**Source data**
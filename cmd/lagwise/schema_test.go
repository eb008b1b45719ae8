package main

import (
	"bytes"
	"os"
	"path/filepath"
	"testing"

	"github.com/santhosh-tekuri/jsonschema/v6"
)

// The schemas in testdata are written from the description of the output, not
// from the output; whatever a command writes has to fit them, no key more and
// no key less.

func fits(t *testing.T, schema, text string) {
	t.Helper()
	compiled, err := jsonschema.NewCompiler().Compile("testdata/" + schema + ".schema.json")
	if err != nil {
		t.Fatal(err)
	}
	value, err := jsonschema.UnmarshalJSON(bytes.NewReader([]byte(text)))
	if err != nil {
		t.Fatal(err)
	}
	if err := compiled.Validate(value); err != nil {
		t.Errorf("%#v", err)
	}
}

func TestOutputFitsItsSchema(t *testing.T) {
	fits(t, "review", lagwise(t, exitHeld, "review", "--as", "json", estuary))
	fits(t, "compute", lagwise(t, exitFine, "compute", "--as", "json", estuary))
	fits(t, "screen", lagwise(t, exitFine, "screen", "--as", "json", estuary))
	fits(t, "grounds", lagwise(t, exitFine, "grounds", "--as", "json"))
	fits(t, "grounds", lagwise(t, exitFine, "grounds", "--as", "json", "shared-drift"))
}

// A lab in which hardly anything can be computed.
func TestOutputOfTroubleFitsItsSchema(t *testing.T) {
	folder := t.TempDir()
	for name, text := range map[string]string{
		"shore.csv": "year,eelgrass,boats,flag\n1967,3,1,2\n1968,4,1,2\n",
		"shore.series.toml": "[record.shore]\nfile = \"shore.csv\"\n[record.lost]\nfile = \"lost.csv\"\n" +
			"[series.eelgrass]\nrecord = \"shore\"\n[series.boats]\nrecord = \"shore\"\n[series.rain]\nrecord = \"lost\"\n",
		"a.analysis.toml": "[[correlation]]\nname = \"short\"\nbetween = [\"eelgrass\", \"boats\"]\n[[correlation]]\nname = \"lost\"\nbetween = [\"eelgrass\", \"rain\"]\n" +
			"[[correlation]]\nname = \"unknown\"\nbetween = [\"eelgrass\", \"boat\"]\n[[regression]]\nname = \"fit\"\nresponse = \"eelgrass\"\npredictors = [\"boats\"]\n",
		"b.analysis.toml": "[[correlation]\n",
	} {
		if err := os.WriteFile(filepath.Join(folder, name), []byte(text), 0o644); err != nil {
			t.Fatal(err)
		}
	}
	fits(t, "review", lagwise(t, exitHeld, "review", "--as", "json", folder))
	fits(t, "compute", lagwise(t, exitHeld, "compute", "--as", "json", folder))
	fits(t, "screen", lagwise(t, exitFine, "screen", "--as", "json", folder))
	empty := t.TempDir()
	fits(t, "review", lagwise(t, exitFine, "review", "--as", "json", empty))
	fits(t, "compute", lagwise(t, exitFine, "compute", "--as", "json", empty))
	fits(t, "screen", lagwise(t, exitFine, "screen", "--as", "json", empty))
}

**Description of the task**
Would you please return all lines of the data that include the word "value"?

**Response below**
	value, err := jsonschema.UnmarshalJSON(bytes.NewReader([]byte(text)))
	if err := compiled.Validate(value); err != nil {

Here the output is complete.